//! A CSV file of participant rows read in pieces on all of rayon's threads.
//!
//! The data after the header is cut into pieces of [`PIECE`] bytes, each
//! boundary moved on to the next line break, so the pieces depend on the file
//! alone, never on the number of threads. Each thread reads a piece into a
//! buffer of its own (reused), reads its rows (plain numbers straight from the
//! bytes, see [`super::plain`]; any other row through the same code as the
//! streamed pass, `super::read::take_record`) into a sink of its own, and
//! counts the piece's line breaks. The pieces' sinks and counts are merged
//! strictly in file order, so what the caller receives, and in which order, is
//! the same on 1, 2 or 4 threads. Memory: one buffer and a few pieces' sinks
//! per thread.
//!
//! Line numbers: a piece numbers its lines from its start; its problems and
//! missing-value lines are moved by the line its piece starts on when it is
//! merged. A piece that stops with an error (a row of the wrong width, a text
//! x) is read again once the pieces before it are merged, with its first line
//! known, so the message names the line the streamed pass would name; the
//! first error in file order wins.
//!
//! Quotes: a line break inside a quoted field would make a piece boundary
//! false, so from the first piece that holds a `"` on the rest of the file is
//! read as a stream with the csv crate (the pieces before it hold no quote,
//! so their boundaries are true line ends). Files whose cells depend on the
//! cells before them (a decimal comma to detect, two-level codings) and
//! anything but a regular file are read as a stream from the start.

use super::plain;
use super::read::{self, PassSummary, Plan, RowColumns, RowSink, RowState, Tally};
use super::records::{CsvRecords, Records};
use crate::error::{Error, Result};
use std::collections::BTreeMap;
use std::fs::File;
use std::io::{Seek, SeekFrom};
use std::sync::{Condvar, Mutex, PoisonError};

/// Bytes per piece (before the boundary moves on to a line break): large
/// enough that merging a piece's per-site sums (1,000 sites: tens of
/// microseconds) is negligible next to reading it, small enough that the
/// buffer stays in a core's cache and two threads share the work evenly.
pub const PIECE: u64 = 1 << 20;

/// How many pieces past the next one to merge a thread may start: bounds the
/// sums waiting to be merged when one thread falls behind.
const AHEAD_PER_THREAD: usize = 4;

/// Reads `buf.len()` bytes of `file` from `offset`.
fn read_exact_at(file: &File, buf: &mut [u8], offset: u64) -> std::io::Result<()> {
    #[cfg(unix)]
    {
        std::os::unix::fs::FileExt::read_exact_at(file, buf, offset)
    }
    #[cfg(not(unix))]
    {
        use std::io::Read;
        let mut f = file;
        f.seek(SeekFrom::Start(offset))?;
        f.read_exact(buf)
    }
}

/// The bytes of a file around one piece, in a buffer reused across pieces.
struct PieceReader<'a> {
    file: &'a File,
    len: u64,
    /// Bytes per piece ([`PIECE`]).
    size: u64,
    buf: Vec<u8>,
    /// File offset of `buf[0]`.
    at: u64,
}

impl PieceReader<'_> {
    /// Fills the buffer with the file's bytes `from..to` (`to` ≤ length).
    fn load(&mut self, from: u64, to: u64) -> std::io::Result<()> {
        self.at = from;
        // Only the growth is zeroed: the bytes kept are overwritten below.
        self.buf.resize((to - from) as usize, 0);
        read_exact_at(self.file, &mut self.buf, from)
    }

    /// The byte at `pos` (≥ the loaded start), reading on when needed; None
    /// past the end of the file.
    fn byte(&mut self, pos: u64) -> std::io::Result<Option<u8>> {
        if pos >= self.len {
            return Ok(None);
        }
        let end = self.at + self.buf.len() as u64;
        if pos >= end {
            let to = (pos + 1).max(end + (1 << 16)).min(self.len);
            let old = self.buf.len();
            self.buf.resize((to - self.at) as usize, 0);
            read_exact_at(self.file, &mut self.buf[old..], end)?;
        }
        Ok(Some(self.buf[(pos - self.at) as usize]))
    }

    /// The first line start at or after `t` (≥ 1): a position right after
    /// `\n`, or after a `\r` not followed by `\n`; the file's length if none.
    fn boundary(&mut self, t: u64) -> std::io::Result<u64> {
        let mut b = t;
        while b < self.len {
            match self.byte(b - 1)? {
                Some(b'\n') => return Ok(b),
                Some(b'\r') if self.byte(b)? != Some(b'\n') => return Ok(b),
                _ => b += 1,
            }
        }
        Ok(self.len)
    }

    /// Loads piece `j` of a file whose data start at `data_start`; returns
    /// its file offsets.
    fn piece(&mut self, j: u64, data_start: u64) -> std::io::Result<(u64, u64)> {
        let size = self.size;
        let from = if j == 0 {
            data_start.min(size - 1)
        } else {
            j * size - 1
        };
        self.load(from, ((j + 1) * size + 1).min(self.len).max(from))?;
        let start = if j == 0 {
            data_start
        } else {
            self.boundary(j * size)?.max(data_start)
        };
        let end = if (j + 1) * size >= self.len {
            self.len
        } else {
            self.boundary((j + 1) * size)?.max(data_start)
        };
        if end > start {
            // Reads on to the end of the piece when it lies beyond the
            // bytes loaded (a header longer than a piece).
            self.byte(end - 1)?;
        }
        Ok((start, end.max(start)))
    }

    /// The loaded bytes at file offsets `start..end`.
    fn bytes(&self, start: u64, end: u64) -> &[u8] {
        if end <= start {
            return &[];
        }
        &self.buf[(start - self.at) as usize..(end - self.at) as usize]
    }
}

/// What reading one piece gave.
enum Piece<S> {
    /// Its rows' sink, counts and line breaks.
    Done {
        sink: S,
        tally: Tally,
        newlines: u64,
    },
    /// It holds a quote: the rest of the file is read as a stream.
    Quoted { start: u64 },
    /// It stopped with an error (lines numbered within the piece).
    Failed { start: u64, end: u64, error: Error },
    /// Reading it failed.
    Io(Error),
}

/// Why the parallel reading stopped before the end.
enum Stop {
    /// A piece with a quote, starting at `start` on line `line`.
    Tail { start: u64, line: u64 },
    /// A piece that failed, read again with its first line known.
    Rerun {
        start: u64,
        end: u64,
        line: u64,
        error: Error,
    },
    /// An error that needs no line.
    Error(Error),
}

/// What the threads share: the next piece to start and to merge, the pieces
/// waiting to be merged, and the merged counts.
struct Shared<S, M> {
    next_take: u64,
    next_merge: u64,
    pending: BTreeMap<u64, Piece<S>>,
    stop: Option<Stop>,
    tally: Tally,
    /// The line the piece `next_merge` starts on.
    line: u64,
    merge: M,
}

impl<S, M: FnMut(S)> Shared<S, M> {
    /// Merges the pieces that are next in file order.
    fn drain(&mut self) {
        while self.stop.is_none() {
            let Some(piece) = self.pending.remove(&self.next_merge) else {
                return;
            };
            match piece {
                Piece::Done {
                    sink,
                    tally,
                    newlines,
                } => {
                    self.tally.absorb(tally, self.line);
                    (self.merge)(sink);
                    self.line += newlines;
                    self.next_merge += 1;
                }
                Piece::Quoted { start } => {
                    self.stop = Some(Stop::Tail {
                        start,
                        line: self.line,
                    })
                }
                Piece::Failed { start, end, error } => {
                    self.stop = Some(Stop::Rerun {
                        start,
                        end,
                        line: self.line,
                        error,
                    })
                }
                Piece::Io(e) => self.stop = Some(Stop::Error(e)),
            }
        }
        self.pending.clear();
    }
}

/// What every thread reads with.
struct Job<'a> {
    source: &'a str,
    plan: &'a Plan,
    cols: &'a RowColumns,
    file: &'a File,
    len: u64,
    data_start: u64,
    /// Bytes per piece, and the number of pieces.
    size: u64,
    pieces: u64,
    ahead: u64,
}

/// What a field of a row is read as, in a row read in one sweep.
#[derive(Debug, Clone, Copy, PartialEq)]
enum Role {
    /// The site id.
    Site,
    /// The k-th numeric value.
    Number(usize),
    /// Not needed.
    Other,
}

/// The role of every field, when each needed column is a field of its own
/// (None when one field is needed twice: those rows are split first).
fn roles(plan: &Plan) -> Option<Vec<Role>> {
    let mut roles = vec![Role::Other; plan.names.len()];
    roles[plan.site_ix] = Role::Site;
    for (k, &i) in plan.num_ix.iter().enumerate() {
        if roles[i] != Role::Other {
            return None;
        }
        roles[i] = Role::Number(k);
    }
    Some(roles)
}

/// A thread's buffers, reused from piece to piece.
struct Scratch {
    state: RowState,
    record: csv::ByteRecord,
    fields: Vec<(usize, usize)>,
}

/// [`super::read::for_each`] for a CSV file: in pieces when the file allows
/// (see the module documentation), else as a stream.
///
/// # Errors
/// Those of [`read::for_each_row`], identical to the streamed pass's.
pub(super) fn for_each_piece<S: RowSink>(
    source: &str,
    file: File,
    cols: &RowColumns,
    make: impl Fn() -> S + Sync,
    merge: impl FnMut(S) + Send,
) -> Result<PassSummary> {
    for_each_piece_of(source, (file, PIECE), cols, make, merge)
}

□ □ □

# ACTIVITY
Where the string "stopped" turns up in a line of the data above, copy that whole line.

# RESULT
    /// It stopped with an error (lines numbered within the piece).
/// Why the parallel reading stopped before the end.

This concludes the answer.